▶ WHAT TO DO
From first line to last, write out the data precisely as shown.

Saved data entries
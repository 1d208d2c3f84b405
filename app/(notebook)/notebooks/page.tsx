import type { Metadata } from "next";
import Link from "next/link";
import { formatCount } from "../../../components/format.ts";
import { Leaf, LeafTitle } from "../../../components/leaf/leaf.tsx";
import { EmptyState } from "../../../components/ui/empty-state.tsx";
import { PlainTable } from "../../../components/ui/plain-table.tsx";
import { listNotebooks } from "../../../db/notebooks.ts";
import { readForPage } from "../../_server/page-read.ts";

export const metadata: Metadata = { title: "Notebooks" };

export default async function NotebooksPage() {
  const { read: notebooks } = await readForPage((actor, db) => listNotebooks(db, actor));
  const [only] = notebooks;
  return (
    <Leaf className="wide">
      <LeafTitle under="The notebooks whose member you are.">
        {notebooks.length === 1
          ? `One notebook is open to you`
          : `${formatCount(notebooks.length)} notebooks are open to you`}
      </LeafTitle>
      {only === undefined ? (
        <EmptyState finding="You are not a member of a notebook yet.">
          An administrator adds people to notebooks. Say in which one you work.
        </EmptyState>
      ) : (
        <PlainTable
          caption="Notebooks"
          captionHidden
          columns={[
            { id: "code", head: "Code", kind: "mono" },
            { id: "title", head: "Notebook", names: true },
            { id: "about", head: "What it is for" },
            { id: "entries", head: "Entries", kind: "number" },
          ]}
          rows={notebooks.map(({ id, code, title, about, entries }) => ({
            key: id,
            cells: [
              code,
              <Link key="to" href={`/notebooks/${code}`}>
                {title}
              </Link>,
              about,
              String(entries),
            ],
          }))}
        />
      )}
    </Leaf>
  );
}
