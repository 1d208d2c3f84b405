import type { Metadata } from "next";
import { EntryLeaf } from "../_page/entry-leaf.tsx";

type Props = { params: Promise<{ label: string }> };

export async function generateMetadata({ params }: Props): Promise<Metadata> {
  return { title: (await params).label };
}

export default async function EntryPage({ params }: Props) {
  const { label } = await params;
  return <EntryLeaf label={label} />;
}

▶ SOLUTION TO THE PROBLEM
repository 1d208d2c3f84b405
filename app/(notebook)/notebooks/page.tsx
import type { Metadata } from "next";
import Link from "next/link";
import { formatCount } from "../../../components/format.ts";
import { Leaf, LeafTitle } from "../../../components/leaf/leaf.tsx";
import { EmptyState } from "../../../components/ui/empty-state.tsx";
import { PlainTable } from "../../../components/ui/plain-table.tsx";
import { listNotebooks } from "../../../db/notebooks.ts";
import { readForPage } from "../../_server/page-read.ts";

export const metadata: Metadata = { title: "Notebooks" };

export default async function NotebooksPage() {
  const { read: notebooks } = await readForPage((actor, db) => listNotebooks(db, actor));
  const [only] = notebooks;
  return (
    <Leaf className="wide">
      <LeafTitle under="The notebooks whose member you are.">
        {notebooks.length === 1
          ? `One notebook is open to you`
          : `${formatCount(notebooks.length)} notebooks are open to you`}
      </LeafTitle>
      {only === undefined ? (
        <EmptyState finding="You are not a member of a notebook yet.">
          An administrator adds people to notebooks. Say in which one you work.
        </EmptyState>
      ) : (
        <PlainTable
          caption="Notebooks"
          captionHidden
          columns={[
            { id: "code", head: "Code", kind: "mono" },
            { id: "title", head: "Notebook", names: true },
            { id: "about", head: "What it is for" },
            { id: "entries", head: "Entries", kind: "number" },
          ]}
          rows={notebooks.map(({ id, code, title, about, entries }) => ({
            key: id,
            cells: [
              code,
              <Link key="to" href={`/notebooks/${code}`}>
                {title}
              </Link>,
              about,
              String(entries),
            ],
          }))}
        />
      )}
    </Leaf>
  );
}
repository 1d208d2c3f84b405
import type { Metadata } from "next";
import { EntryLeaf } from "../_page/entry-leaf.tsx";

type Props = { params: Promise<{ label: string }> };

export async function generateMetadata({ params }: Props): Promise<Metadata> {
  return { title: (await params).label };
}

export default async function EntryPage({ params }: Props) {
  const { label } = await params;
  return <EntryLeaf label={label} />;
}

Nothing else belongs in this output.